On 10 June 1988, RA 6657 was approved by the President of the Philippines, which includes, among others, the raising
of livestock, poultry and swine in its coverage.

Petitioner Luz Farms, a corporation engaged in the livestock and poultry business, avers that it would be adversely
affected by the enforcement of sections 3(b), 11, 13, 16 (d), 17 and 32 of the said law. Hence, it prayed that the said law
be declared unconstitutional. The mentioned sections of the law provies, among others, the product-sharing plan,
including those engaged in livestock and poultry business.

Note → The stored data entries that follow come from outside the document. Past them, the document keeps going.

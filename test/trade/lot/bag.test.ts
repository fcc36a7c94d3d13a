import fc from 'fast-check';
import { describe, expect, it } from 'vitest';
import { anyIfAlike, bagPlan, BAG_WEIGHT, toldByOpened, type BagPiece } from '../../../src/trade/lot/bag.ts';

/** Worth 600 if it is sound and nothing if it is layered; 500 are asked for it. */
const piece = (key: string, odds: number, scale = 1, opened = false): BagPiece => ({
	key,
	count: 1,
	odds,
	opened,
	stake: { whole: 1_000 * scale, price: 500 * scale },
	cases: { layered: { lost: 500 * scale, won: 0, atLoss: 1 }, sound: { lost: 0, won: 100 * scale, atLoss: 0 } }
});

describe('a bag at a fair', () => {
	it('has the pieces opened for which knowing is worth more than it costs, the most worth it first', () => {
		const bag = [piece('ring', 0.01), piece('chain', 0.1), piece('large chain', 0.1, 3), piece('small', 0.1, 0.1)];
		const plan = bagPlan(bag, 0.05, 12);
		// knowing: 5, 50, 150 and 5
		expect(plan.test.map(({ key }) => key)).toEqual(['large chain', 'chain']);
		expect(plan.test.map(({ gain }) => gain)).toEqual([150, 50].map((value) => expect.closeTo(value, 9)));
		expect(plan.cost).toBe(24);
		expect(plan.gain).toBeCloseTo(200, 9);
		expect(plan.rest.pieces).toBe(2);
		expect(plan.rest.price).toBe(550);
		expect(plan.rest.lost).toBeCloseTo(0.01 * 500 + 0.1 * 50, 9);
		expect(plan.rest.worth).toBeCloseTo(550 + 0.99 * 100 - 5 + 0.9 * 10 - 5, 9);
		expect(plan.rest.atLoss).toBeCloseTo(0.01 + 0.1, 12);
		expect(plan.rest.anyLayered.alone).toBeCloseTo(1 - 0.99 * 0.9, 12);
		// four pieces' worth of knowledge at 5.5 %: 3.78 of 4 sound, then 4.78 of 5
		expect(plan.rest.anyLayered.alike).toBeCloseTo(1 - (3.78 / 4) * (4.78 / 5), 12);
	});

	it('takes pieces that were weighed together as so many pieces', () => {
		const entries = [piece('chain', 0.1), piece('ring', 0.01), piece('ring too', 0.01), piece('chain too', 0.1)];
		const apart = bagPlan(entries, 0.05, 12);
		const together = bagPlan([{ ...piece('chain', 0.1), count: 2 }, { ...piece('ring', 0.01), count: 2 }], 0.05, 12);
		expect(together.test).toEqual([{ key: 'chain', count: 2, odds: 0.1, gain: expect.closeTo(50, 9) }]);
		expect([together.tests, together.cost, together.pieces]).toEqual([2, 24, 4]);
		expect([apart.tests, apart.cost, apart.pieces]).toEqual([2, 24, 4]);
		expect(together.gain).toBeCloseTo(apart.gain, 9);
		for (const name of ['pieces', 'worth', 'price', 'lost', 'atLoss'] as const) expect(together.rest[name]).toBeCloseTo(apart.rest[name], 9);
		for (const name of ['alone', 'alike'] as const) expect(together.rest.anyLayered[name]).toBeCloseTo(apart.rest.anyLayered[name], 12);
	});

	it('finds a layer in any of them less likely when they are alike than when each stands alone', () => {
		// weight 4 at 5 %: nothing in fifty has a chance of B(0.2, 53.8) over B(0.2, 3.8)
		expect(anyIfAlike(1, 0.05, 4)).toBeCloseTo(0.05, 12);
		expect(anyIfAlike(2, 0.05, 4)).toBeCloseTo(1 - 0.95 * (4.8 / 5), 12);
		expect([anyIfAlike(0, 0.05, 4), anyIfAlike(50, 0, 4), anyIfAlike(3, 1, 4)]).toEqual([0, 0, 1]);
		fc.assert(
			fc.property(fc.array(fc.double({ min: 0, max: 1, noNaN: true }), { maxLength: 60 }), fc.integer({ min: 0, max: 5 }), (list, opened) => {
				const bag = [...list.map((odds, at) => piece(`p${at}`, odds)), ...Array.from({ length: opened }, (_, at) => piece(`o${at}`, 0, 1, true))];
				const { alone, alike } = bagPlan(bag, 0.05, 1e9).rest.anyLayered;
				expect(alike).toBeLessThanOrEqual(alone + 1e-12);
				expect(alike).toBeGreaterThanOrEqual(-1e-12);
			}),
			{ numRuns: 1_000 }
		);
	});

	it('learns of the others from those that were opened', () => {
		expect(toldByOpened(0.05, 0, 0)).toBe(1);
		// weight 4 at 5 %: 0.2 layered of 4; one more layered makes 1.2 of 5, that is 24 %: odds 0.3158 against 0.0526
		expect(toldByOpened(0.05, 1, 1)).toBeCloseTo((0.24 / 0.76) / (0.05 / 0.95), 9);
		expect(toldByOpened(0.05, 3, 0)).toBeLessThan(1);
		expect(toldByOpened(0.05, 3, 1)).toBeGreaterThan(1);
		const bag = [piece('opened', 0.999, 1, true), piece('other', 0.02)];
		const plan = bagPlan(bag, 0.05, 12);
		expect(plan.opened).toEqual({ pieces: 1, layered: 1 });
		expect(plan.test.map(({ key }) => key)).toEqual(['other']);
		expect(plan.test[0]!.odds).toBeGreaterThan(0.1);
		expect(bagPlan(bag.slice(1), 0.05, 12).test).toEqual([]);
	});

	it('predicts the next piece as the beta-binomial does', () => {
		fc.assert(
			fc.property(fc.double({ min: 0.001, max: 0.9, noNaN: true }), fc.integer({ min: 1, max: 50 }), fc.double({ min: 0, max: 1, noNaN: true }), (rate, opened, share) => {
				const layered = Math.round(opened * share);
				const [a, b] = [BAG_WEIGHT * rate, BAG_WEIGHT * (1 - rate)];
				const next = (a + layered) / (a + b + opened);
				const odds = (rate / (1 - rate)) * toldByOpened(rate, opened, layered);
				expect(Math.abs(odds / (1 + odds) - next)).toBeLessThan(1e-9);
			}),
			{ numRuns: 1_000 }
		);
	});

	it('is nothing without pieces, and leaves nothing out', () => {
		expect(bagPlan([], 0, 12)).toMatchObject({ test: [], cost: 0, gain: 0, pieces: 0, tests: 0, rest: { pieces: 0, anyLayered: { alone: 0, alike: 0 } } });
		fc.assert(
			fc.property(fc.array(fc.tuple(fc.double({ min: 0, max: 1, noNaN: true }), fc.boolean(), fc.integer({ min: 1, max: 9 })), { maxLength: 40 }), (list) => {
				const bag = list.map(([odds, opened, count], at) => ({ ...piece(`p${at}`, odds, 1, opened), count }));
				const { pieces, tests, rest, opened } = bagPlan(bag, 0.05, 12);
				const shut = bag.filter((each) => !each.opened).reduce((sum, { count }) => sum + count, 0);
				expect([tests + rest.pieces, pieces, opened.pieces]).toEqual([shut, shut, bag.filter((each) => each.opened).length]);
				for (const any of Object.values(rest.anyLayered)) expect(any >= -1e-12 && any <= 1).toBe(true);
			}),
			{ numRuns: 1_000 }
		);
	});
});
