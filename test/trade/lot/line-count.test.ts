import { describe, expect, it } from 'vitest';
import { readAmounts } from '../../../src/trade/lot/line-amounts.ts';
import { readCounts } from '../../../src/trade/lot/line-count.ts';
import { splitLine } from '../../../src/trade/lot/line-tokens.ts';

const counts = (line: string) => {
	const { tokens } = splitLine(line);
	const amounts = readAmounts(tokens);
	if (!amounts.ok) return amounts.problem.kind;
	const free = (at: number) => tokens[at] !== undefined && !amounts.value.some(({ from, to }) => at >= from && at <= to);
	const result = readCounts(tokens, free, amounts.value, line);
	return result.ok ? result.value.map(({ typed }) => typed) : [result.problem.kind, 'found' in result.problem ? result.problem.found : ''];
};

describe('how many pieces', () => {
	it.each([
		['14k 12.4g x3', ['3']], ['3x 14k 5 g', ['3']], ['3 x 14k 5 g', ['3']], ['x 3 14k 5 g', ['3']], ['×3 14k 5 g', ['3']], ['3 pcs 14k', ['3']], ['qty: 3 14k', ['3']],
		['12.4 g x 3', ['3']], ['18k 5.2 x 3', ['3']], ['18k 5 x3', ['3']], ['925 x3 5 g', ['3']], ['3 x 925 5 g', ['3']], ['x2 x3', ['2', '3']], ['14k 5 g', []],
		['3 x 12.4 g', ['line-times-unclear', '3 x 12.4 g']], ['18k 5 x 3', ['line-times-unclear', '5 x 3']], ['3x3', ['line-times-unclear', '3x3']]
	])('%s', (line, expected) => expect(counts(line)).toEqual(expected));
});
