import { describe, expect, it } from 'vitest';
import { deductionWord, endingFraction, readAmounts, readNumber } from '../../../src/trade/lot/line-amounts.ts';
import { splitLine } from '../../../src/trade/lot/line-tokens.ts';

const amounts = (line: string) => {
	const result = readAmounts(splitLine(line).tokens);
	if (!result.ok) return result.problem.kind;
	return result.value.map(({ typed, unit, off, what }) => [typed, unit, off, what]);
};

describe('numbers with a unit', () => {
	it.each([
		['14k 12.4g', [['12.4', 'g', false, null]]],
		['0.35 oz t 22k', [['0.35', 'ozt', false, null]]],
		['1/4 troy ounces', [['1/4', 'ozt', false, null]]],
		['5 g - 0.3 g stones', [['5', 'g', false, null], ['0.3', 'g', true, 'stones']]],
		['5 g less 0.3 g of springs', [['5', 'g', false, null], ['0.3', 'g', true, 'springs']]],
		['5 g less stones 0.3 g', [['5', 'g', false, null], ['0.3', 'g', false, null]]],
		['5 g stones -0.3 g', [['5', 'g', false, 'stones'], ['0.3', 'g', true, 'stones']]],
		['412 g -80% filler', [['412', 'g', false, null], ['80', null, true, 'filler']]],
		['58.5% 4 g', [['4', 'g', false, null]]],
		['18 ct', [['18', 'ct', false, null]]],
		['14k', []],
		['2 oz', 'line-unit'],
		['2 taels', 'line-unit']
	])('%s', (line, expected) => expect(amounts(line)).toEqual(expected));

	it.each([['1/4', '0.25'], ['1/10', '0.1'], ['1/3', null], ['1/0', null], ['0/5', '0']])('%s ends as %s', (text, value) => {
		expect(endingFraction(text)).toBe(value);
	});

	it('a number says where it is wrong', () => {
		expect(readNumber('1/3', 4, 7, undefined)).toMatchObject({ ok: false, problem: { kind: 'line-number', start: 4, end: 7, found: '1/3' } });
		expect(readNumber('0', 0, 1, undefined)).toMatchObject({ problem: { problem: { kind: 'number-not-positive' } } });
		expect(readNumber('2.5', 0, 3, undefined, true)).toMatchObject({ problem: { problem: { kind: 'number-not-whole' } } });
		expect(readNumber('1.234', 0, 5, 'comma')).toMatchObject({ problem: { problem: { kind: 'number-ambiguous' } } });
	});

	it.each([['rubies', 'stones'], ['Springs', 'springs'], ['pitch', 'filler'], ['chain', null]])('%s is %s', (word, what) => {
		expect(deductionWord(splitLine(word).tokens[0])).toBe(what);
	});
});
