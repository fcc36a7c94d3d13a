import { describe, expect, it } from 'vitest';
import { isWritten, readHeading, readHeadings, WRITTEN } from '../../../src/trade/lot/table-columns.ts';

const heading = (text: string) => {
	const column = readHeading(text);
	return column === null ? null : [column.id, column.unit, column.karats];
};

describe('headings', () => {
	it.each([
		['Mass', ['mass', null, false]], ['weight (g)', ['mass', 'g', false]], ['Weight in dwt', ['mass', 'dwt', false]],
		['gross_weight', ['mass', null, false]], ['grams', ['mass', 'g', false]],
		['stones [ct]', ['stones', 'ct', false]], ['Karat', ['mark', null, true]], ['Qty.', ['count', null, false]], ['', null],
		['colour', null], ['constructor', null], ['ct', null]
	])('%s', (text, expected) => expect(heading(text)).toEqual(expected));

	it('a heading row names the mass, has no figures and no column twice', () => {
		expect(readHeadings(['mass', 'mark'])?.map((column) => column?.id)).toEqual(['mass', 'mark']);
		expect(readHeadings(['mass', 'colour', 'mark'])?.map((column) => column?.id ?? null)).toEqual(['mass', null, 'mark']);
		expect(readHeadings(['mark', 'article'])).toBe(null);
		expect(readHeadings(['mass', 'weight'])).toBe(null);
		expect(readHeadings(['12.4', 'g', '14k'])).toBe(null);
		expect(readHeadings(['14k chain 12 g'])).toBe(null);
	});

	it('our own heading row is known as ours', () => {
		expect(isWritten(WRITTEN)).toBe(true);
		expect(isWritten(WRITTEN.slice(1))).toBe(false);
		expect(readHeadings(WRITTEN)?.every((column) => column !== null)).toBe(true);
	});
});
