import fc from 'fast-check';
import { describe, expect, it, vi } from 'vitest';
import { assess } from '../../../src/trade/evidence/assess.ts';
import { CELLS, bellPrior, momentsOf, quantileOf, type Vector } from '../../../src/trade/evidence/grid.ts';
import { startOf } from '../../../src/trade/evidence/start.ts';
import { mixture, type Alike } from '../../../src/trade/lot/mixture.ts';
import { bar999, chain14, magnet, reading, seeded, stamped14, sterling } from '../evidence/some-findings.ts';

// a hundred thousand draws of three hundred pieces take a while on a busy machine
vi.setConfig({ testTimeout: 120_000 });

const NOTHING = { value: 0, u: 0 };

/** Cells with chances; the rest is impossible. */
function cells(...parts: readonly (readonly [cell: number, chance: number])[]): Vector {
	const values = new Float64Array(CELLS);
	for (const [cell, chance] of parts) values[cell] = chance;
	return values;
}

/** The second route: every piece drawn by itself, evenly within its cell, and the sums sorted. */
function drawn(pieces: readonly Alike[], { value, u }: { value: number; u: number }, draws: number, random: () => number): Float64Array {
	const running = pieces.map(({ bulk }) => {
		let sum = 0;
		return bulk.map((chance) => (sum += chance));
	});
	const sums = new Float64Array(draws);
	for (let i = 0; i < draws; i += 1) {
		let sum = value + u * Math.sqrt(-2 * Math.log(1 - random())) * Math.cos(2 * Math.PI * random());
		for (const [index, { grams, count }] of pieces.entries()) {
			for (let each = 0; each < count; each += 1) sum += (grams * (cellAt(running[index]!, random()) + random() - 0.5)) / 1000;
		}
		sums[i] = sum;
	}
	return sums.sort();
}

function cellAt(running: Vector, share: number): number {
	let [low, high] = [0, CELLS - 1];
	while (low < high) {
		const middle = (low + high) >> 1;
		if (running[middle]! < share) low = middle + 1;
		else high = middle;
	}
	return low;
}

const at = (sorted: Float64Array, share: number) => sorted[Math.floor(share * sorted.length)]!;
const shareBelow = (sorted: Float64Array, value: number) => sorted.filter((each) => each < value).length / sorted.length;

const untested = assess(startOf(stamped14), []).bulk;
const someBulks = [
	untested,
	assess(startOf(bar999), []).bulk,
	assess(startOf(chain14), [reading(570), magnet('none')]).bulk,
	assess(startOf(sterling), []).bulk
];

describe('the fine mass of pieces of which some may be worth nothing', () => {
	it.each([
		[3, 400_000],
		[30, 100_000],
		[300, 100_000]
	])('%i pieces: the ends are those of %i draws within 1 % of the width, and leave as many below', (many, draws) => {
		const random = seeded(many);
		const pieces = Array.from({ length: many }, (_, index): Alike => ({ grams: 2 + 10 * random(), count: 1, bulk: someBulks[index % someBulks.length]! }));
		const onTop = { value: 0, u: many * 0.01 };
		const found = mixture(pieces, onTop)!;
		const sums = drawn(pieces, onTop, draws, random);
		const [low, high] = [at(sums, 0.05), at(sums, 0.95)];
		expect(Math.abs(found.low - low)).toBeLessThan(0.01 * (high - low));
		expect(Math.abs(found.high - high)).toBeLessThan(0.01 * (high - low));
		// four standard deviations of a share of 5 % among so many draws
		const off = 4 * Math.sqrt((0.05 * 0.95) / draws);
		expect(Math.abs(shareBelow(sums, found.low) - 0.05)).toBeLessThan(off);
		expect(Math.abs(shareBelow(sums, found.high) - 0.95)).toBeLessThan(off);
		expect(Math.abs(shareBelow(sums, found.median) - 0.5)).toBeLessThan(4 * Math.sqrt(0.25 / draws));
	});

	it('where mean ± 1.645 u would be far off: thirty untested pieces', () => {
		const found = mixture([{ grams: 10, count: 30, bulk: untested }], NOTHING)!;
		const width = found.high - found.low;
		expect(found.mean + 1.645 * found.u - found.high).toBeGreaterThan(0.05 * width);
		expect(found.mean - 1.645 * found.u - found.low).toBeGreaterThan(0.05 * width);
	});

	it('two pieces of 10 g, each filled one time in ten, by hand', () => {
		// both filled .01, one .18, none .81; each honest one lies evenly between 5.995 and 6.005 g, each filled one between -.005 and .005
		const bulk = cells([0, 0.1], [600, 0.9]);
		const found = mixture([{ grams: 10, count: 2, bulk }], NOTHING, 0.9)!;
		expect(found.mean).toBeCloseTo(10.8, 12);
		expect(found.u).toBeCloseTo(Math.sqrt(2 * (0.09 * 36 + 1e-4 / 12)), 9);
		// the sum of two even ones is a triangle of half width .01: below 6 − .01 + x lies x² / .0002 of it
		const triangle = (share: number) => (share <= 0.5 ? Math.sqrt(share * 2e-4) : 0.02 - Math.sqrt((1 - share) * 2e-4)) - 0.01;
		expect(found.low).toBeCloseTo(6 + triangle(0.04 / 0.18), 2);
		expect(found.median).toBeCloseTo(12 + triangle(0.31 / 0.81), 2);
		expect(found.high).toBeCloseTo(12 + triangle(0.76 / 0.81), 2);
		// nearly all of it: also the two that are both filled, one time in a hundred
		const most = mixture([{ grams: 10, count: 2, bulk }], NOTHING, 0.986)!;
		expect(most.low).toBeCloseTo(0 + triangle(0.7), 2);
	});

	it('one piece alone has the quantiles of its own bulk', () => {
		for (const bulk of someBulks) {
			// fine gold fills the last cell, which is only half as wide
			if (bulk[CELLS - 1]! > 0.01) continue;
			const found = mixture([{ grams: 1000, count: 1, bulk }], NOTHING)!;
			const width = quantileOf(bulk, 0.95) - quantileOf(bulk, 0.05);
			expect(Math.abs(found.low - quantileOf(bulk, 0.05))).toBeLessThan(0.005 * width);
			expect(Math.abs(found.high - quantileOf(bulk, 0.95))).toBeLessThan(0.005 * width);
		}
	});

	it('a filled piece among many of chance one in two: the binomial, by hand', () => {
		// n = 4 of 10 g: 0, 6, 12, 18, 24 g with chances 1, 4, 6, 4, 1 in 16
		const one = { grams: 10, count: 4, bulk: cells([0, 0.5], [600, 0.5]) };
		for (const [coverage, low, high] of [[0.9, 0, 24], [0.7, 6, 18], [0.2, 12, 12]] as const) {
			const found = mixture([one], NOTHING, coverage)!;
			expect(Math.abs(found.low - low)).toBeLessThan(0.025);
			expect(Math.abs(found.high - high)).toBeLessThan(0.025);
		}
	});

	it('a thousand pieces that are certain are as good as normal', () => {
		const bulk = bellPrior(585, 5);
		const { mean, sd } = momentsOf(bulk);
		const found = mixture([{ grams: 5, count: 1000, bulk }], { value: 100, u: 1 })!;
		const u = Math.hypot(1, (Math.sqrt(1000) * 5 * Math.hypot(sd, Math.sqrt(1 / 12))) / 1000);
		expect(found.u).toBeCloseTo(u, 6);
		expect(found.mean).toBeCloseTo(100 + 5 * mean, 6);
		expect(Math.abs(found.low - (found.mean - 1.6448536 * u))).toBeLessThan(0.002 * u);
		expect(Math.abs(found.high - (found.mean + 1.6448536 * u))).toBeLessThan(0.002 * u);
	});

	it('a bar of a kilogram that is hardly ever filled, among small pieces', () => {
		const bar = { grams: 1000, count: 1, bulk: cells([0, 0.001], [999, 0.999]) };
		const small = { grams: 5, count: 20, bulk: bellPrior(585, 5) };
		const alone = mixture([small], { value: 999, u: 0 })!;
		const both = mixture([bar, small], NOTHING)!;
		expect(both.mean).toBeCloseTo(alone.mean - 0.999, 6);
		// a chance of one in a thousand moves the low end by little, and the bar's cell is a gram wide
		expect(Math.abs(both.low - alone.low)).toBeLessThan(0.6);
		expect(Math.abs(both.high - alone.high)).toBeLessThan(0.6);
	});

	it('has nothing to say of nothing', () => {
		expect(mixture([], { value: 5, u: 1 })).toBeNull();
		expect(mixture([{ grams: 0, count: 3, bulk: untested }], NOTHING)).toBeNull();
		expect(mixture([{ grams: 3, count: 0, bulk: untested }], NOTHING)).toBeNull();
	});

	const some = fc.array(
		fc.record({ grams: fc.double({ min: 0.05, max: 500, noNaN: true }), count: fc.integer({ min: 1, max: 4 }), bulk: fc.constantFrom(...someBulks) }),
		{ minLength: 1, maxLength: 3 }
	);
	const top = fc.record({ value: fc.double({ min: 0, max: 100, noNaN: true }), u: fc.double({ min: 0.01, max: 5, noNaN: true }) });

	it('the order of pieces changes nothing, and the mean is the sum of the means', () => {
		fc.assert(
			fc.property(some, top, (pieces, onTop) => {
				const found = mixture(pieces, onTop)!;
				const other = mixture([...pieces].reverse(), onTop)!;
				const close = (a: number, b: number) => expect(Math.abs(a - b)).toBeLessThan(1e-6 * found.u + 1e-9);
				close(found.low, other.low);
				close(found.median, other.median);
				close(found.high, other.high);
				close(found.mean, other.mean);
				close(found.mean, pieces.reduce((sum, { grams, count, bulk }) => sum + (grams * count * momentsOf(bulk).mean) / 1000, onTop.value));
				expect(found.low <= found.median && found.median <= found.high).toBe(true);
			}),
			{ numRuns: 1_000 }
		);
	});

	it('pieces alike are the same as so many single ones', () => {
		fc.assert(
			fc.property(some, top, (pieces, onTop) => {
				const found = mixture(pieces, onTop)!;
				const single = mixture(pieces.flatMap(({ count, ...one }) => Array.from({ length: count }, () => ({ ...one, count: 1 }))), onTop)!;
				expect(Math.abs(found.low - single.low)).toBeLessThan(1e-6 * found.u + 1e-9);
				expect(Math.abs(found.high - single.high)).toBeLessThan(1e-6 * found.u + 1e-9);
			}),
			{ numRuns: 1_000 }
		);
	});
});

Luz Farms further argued that livestock or poultry raising is not similar with crop or tree farming. That the land is not
the primary resource in this undertaking and represents no more than 5% of the total investments of commercial
livestock and poultry raisers. That the land is incidental but not the principal factor or consideration in their industry.
Hence, it argued that it should not be included in the coverage of RA 6657 which covers “agricultural lands”.

ISSUE: Whether or not certain provisions of RA 6657 is unconstitutional for including in its definition of “Agriculture”
the livestock and poultry industry. – YES.

RULING:

Looking into the transcript of the Constitutional Commission on the meaning of the word “agriculture”, it showed that
the framers never intended to include livestock and poultry industry in the coverage of the constitutionally mandated
agrarian reform program of the government.

Further, Commissioner Tadeo pointed out that the reasin why they used the term “farmworkers” rather than
“agricultural workers” in the said law is because “agricultural workers” includes the livestock and poultry industry,
hence, since they do not intend to include the latter, they used “farmworkers” to have distinction.

Hence, there is merit on the petitioner’s argument that the product-sharing plan applied to “corporate farms” in the
contested provisions is unreasonable for being consficatory and violative of the due process of law.